Physical AI Toolchain

![CI Status](https://github.com/microsoft/physical-ai-toolchain/actions/workflows/main.yml) ![CodeQL](https://github.com/microsoft/physical-ai-toolchain/actions/workflows/codeql-analysis.yml) ![OpenSSF Scorecard](https://scorecard.dev/viewer/?uri=github.com/microsoft/physical-ai-toolchain) ![OpenSSF Best Practices](https://www.bestpractices.dev/projects/12195)

Overview

Physical AI and robotics are moving from headlines and experimentation into real-world industrial deployment. The shift creates practical implications for how human-robot-AI collaboration becomes an operational capability in manufacturing, logistics, healthcare, and autonomous systems. Operationalizing physical intelligence at scale — across fleets and federations of intelligent systems — is a challenge no single OEM or software vendor can deliver alone.
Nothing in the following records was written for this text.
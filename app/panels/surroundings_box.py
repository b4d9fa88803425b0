"""The Segment Card's surroundings section: what lies outside the pipe and its insulation.

One page of fields per kind (still air, wind, buried, jacket, fixed wall, adiabatic). Switching
the kind carries the temperature over, remembers what the segment had under the kind it left
(switching back restores it), and is one undo step; a fixed wall takes no tracing, so switching
to it removes the heater (electric tracing) in the same step and switching away gives it back. A
jacket or a fixed wall takes no steam tracer either: switching to one removes the tracer in the same
step, and switching on to surroundings that take one gives it back.

In air (still or wind) the outer surface's finish can be chosen from the usual jacketing
(:data:`solver.catalogue.JACKETING`): the choice sets the surface emissivity, which the box still
shows and takes as typed; an emissivity no finish has shows as "as entered".

The fixed wall is given either as a temperature (an idealisation: the wall is held exactly there)
or as the pressure of saturated steam condensing on the pipe, which heats the wall through the
condensate film and any steam-side fouling.
"""

from __future__ import annotations

from PySide6.QtCore import Qt
from PySide6.QtWidgets import (
    QButtonGroup,
    QCheckBox,
    QFormLayout,
    QGroupBox,
    QRadioButton,
    QStackedWidget,
    QVBoxLayout,
    QWidget,
)

from app.panels.editing import EditorPanel, hint, section_form, set_combo_data
from app.panels.fouling_field import FoulingField
from app.widgets.elided import ElidedComboBox
from app.widgets.quantity_edit import QuantityEdit
from solver import catalogue

#: the jacketing combo's entry for an emissivity no finish in the catalogue has
AS_ENTERED = "As entered (emissivity below)"
#: the surroundings with an outer surface in air, where the finish sets the emissivity
_AIR_KINDS = ("still_air", "wind")

#: surroundings kind -> label shown in the combo (order = combo order)
SURROUNDINGS_KINDS: dict[str, str] = {
    "still_air": "Still air (natural convection + radiation)",
    "wind": "Wind (forced convection + radiation)",
    "buried": "Buried in soil",
    "jacket": "Jacket or bath medium",
    "fixed_wall": "Fixed wall temperature / steam",
    "adiabatic": "Adiabatic (no exchange)",
}

#: what each way of giving the fixed wall means (the page's note follows the choice)
FIXED_TEMPERATURE_HINT = ("The pipe's outer wall is held exactly at this temperature: an idealisation "
                          "(no film, no fouling between the heat source and the wall). "
                          "Insulation and heat input play no part.")
FIXED_STEAM_HINT = ("Steam condenses on the pipe and heats the wall through the condensate film and any "
                    "fouling: the wall runs below the steam's saturation temperature. "
                    "Insulation and heat input play no part.")

#: surroundings that take no steam tracer (the model refuses one with them)
_NO_TRACER = ("jacket", "fixed_wall")
_NO_SINKS = ("fixed_wall", "adiabatic")  # surroundings a heat sink has nothing to lose heat to

# the temperature key of each surroundings kind (carried over when the kind changes)
_TEMPERATURE_KEY = {
    "still_air": "temperature_K",
    "wind": "temperature_K",
    "buried": "soil_temperature_K",
    "jacket": "medium_temperature_K",
    "fixed_wall": "wall_temperature_K",
}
Physical AI is the strategic inflection point for AI platforms, and robotics is the hero use case. It sits at the intersection of cloud, edge, data, and agentic AI.

Physical AI Toolchain is an open-source, production-ready framework that integrates Microsoft Azure cloud services with NVIDIA's physical AI stack, accelerating robotics and physical AI developers to automate and scale data curation, augmentation, and evaluation across perception, mobility, imitation learning, and reinforcement learning pipelines. It provides:

  • Accelerate physical AI innovation. From edge data capture on NVIDIA Jetson devices through cloud-based training on GPU clusters to model deployment at the edge, every stage of the physical AI lifecycle is addressed with tested, repeatable automation.
  • Operationalize physical intelligence. Built on Azure Machine Learning, Azure Kubernetes Service, Azure Arc, and Azure Storage with Entra ID authentication, managed identities, and Infrastructure as Code, so workloads meet the security, compliance, and governance requirements of production environments.
  • Scale through ecosystem collaboration. Native support for NVIDIA Isaac Sim and Isaac Lab for simulation and reinforcement learning, NVIDIA OSMO for workflow orchestration, and the NVIDIA Jetson platform for edge inference — a hardware-accelerated path from research to deployment enabled by deep partnership across the ecosystem.
  • Human-robot-AI agent collaboration. Agentic engineering lets teams move from isolated machines to coordinated, instruction-driven workflows. AI agents can turn high-level instructions into executed pipelines — but they are a convenience layer, not a requirement. Start with manual workflows, introduce agents when you are ready, and customize their behavior to match your team's trust boundaries.
  • Broad physical AI applicability. While robotics is the hero use case, the architecture supports any physical AI workload that follows the simulate → train → evaluate → deploy pattern, including autonomous mobile robots, robotic manipulation, industrial inspection, and embodied AI research.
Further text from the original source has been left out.